Rapidly Varying Completely Random Measures for Modeling Extremely Sparse Networks
Valentin Kilian, Benjamin Guedj, François Caron
TL;DR
This work introduces rapidly varying completely random measures (CRMs) by mixing the Lévy intensity over the stability index α ∈ (0,1], yielding a new class (mGG) that includes stable and generalized gamma processes as limits. The canonical mixed Stable (mSt) and the full five-parameter mixed Generalized Gamma (mGG) constructions provide tractable Laplace exponents and a size-biased representation, enabling efficient simulation and posterior inference.

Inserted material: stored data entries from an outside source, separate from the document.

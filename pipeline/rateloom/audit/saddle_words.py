"""How a change of bonds or of shape is put into words for a chemist."""

from collections import Counter
from collections.abc import Sequence

import periodictable

from rateloom.arrays import FloatArray
from rateloom.molecule import (
    Coordinate,
    Kind,
    Pattern,
    Rearrangement,
    bond_kind,
    chain_name,
    smallest_edit,
)

COORDINATES_NAMED = 2


def expected_bonds(atoms: Sequence[str], rearrangement: Rearrangement) -> str:
    """Say which bonds of the saddle must change, e.g. ``C1-H2 to stretch and H2-O7 to shorten``."""
    parts = [f"{chain_name(atoms, bond)} to stretch" for bond in rearrangement.broken]
    parts += [f"{chain_name(atoms, bond)} to shorten" for bond in rearrangement.formed]
    return joined(parts)


def bonds_that_move(atoms: Sequence[str], rearrangement: Rearrangement, rates: FloatArray) -> str:
    """Say how the changing bonds move, on the side where the bonds that break do stretch."""
    sign = 1.0 if rates[: len(rearrangement.broken)].sum() >= rates[len(rearrangement.broken) :].sum() else -1.0
    return joined(
        [
            f"{chain_name(atoms, bond)} ({'stretch' if sign * rate > 0 else 'shortening'})"
            for bond, rate in zip(rearrangement.changed, rates, strict=True)
        ]
    )


def expected_shape(atoms: Sequence[str], moving: Sequence[Coordinate]) -> str:
    """Say which angles or torsions must change, e.g. ``H3-N1-N2-H4 (torsion) to turn``."""
    if not moving:
        return ""
    leading = [coordinate for coordinate in moving if coordinate.kind == moving[0].kind][:COORDINATES_NAMED]
    named = [f"{chain_name(atoms, coordinate.atoms)} ({coordinate.kind})" for coordinate in leading]
    return f"{' or '.join(named)} to {'turn' if moving[0].kind == 'torsion' else 'bend'}"


def expected_kinds(reactants: Pattern, products: Pattern) -> str:
    """Say which kinds of bonds must change, from the molecules alone; empty where that cannot be told."""
    edit = smallest_edit(reactants, products)
    if edit is None:
        return ""
    return joined(_kinds(edit[0], "break") + _kinds(edit[1], "form"))


def joined(parts: Sequence[str]) -> str:
    """Join parts of a sentence with commas and a last ``and``."""
    return " and ".join(filter(None, (", ".join(parts[:-1]), parts[-1]))) if parts else ""


def _kinds(kinds: Sequence[Kind], verb: str) -> list[str]:
    phrases = []
    for kind, count in sorted(Counter(kinds).items()):
        name = bond_kind([periodictable.elements[number].symbol for number in kind], (0, 1))
        phrases.append(f"one {name} bond to {verb}" if count == 1 else f"{count} {name} bonds to {verb}")
    return phrases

Applying the mGG framework to Caron–Fox sparse graphs yields models where the number of edges grows near-linearly with the number of nodes, aligning with empirical observations of real-world networks, and is accompanied by scalable MCMC algorithms and demonstrated on synthetic and large real networks. The results offer a flexible, mathematically tractable approach to modeling extreme sparsity in networks and potentially other domains where near-linear growth of latent structures is expected.
Abstract
Completely random measures (CRMs) are fundamental to Bayesian nonparametric models, with applications in clustering, feature allocation, and network analysis. A key quantity of interest is the Laplace exponent, whose asymptotic behavior determines how the random structures scale. When the Laplace exponent grows nearly linearly - known as rapid variation - the induced models exhibit approximately linear growth in the number of clusters, features, or edges with sample size or network nodes. This regime is especially relevant for modeling sparse networks, yet existing CRM constructions lack tractability under rapid variation. We address this by introducing a new class of CRMs with index of variation $α\in(0,1]$, defined as mixtures of stable or generalized gamma processes. These models offer interpretable parameters, include well-known CRMs as limiting cases, and retain analytical tractability through a tractable Laplace exponent and simple size-biased representation. We analyze the asymptotic properties of this CRM class and apply it to the Caron-Fox framework for sparse graphs. The resulting models produce networks with near-linear edge growth, aligning with empirical evidence from large-scale networks. Additionally, we present efficient algorithms for simulation and posterior inference, demonstrating practical advantages through experiments on real-world sparse network datasets.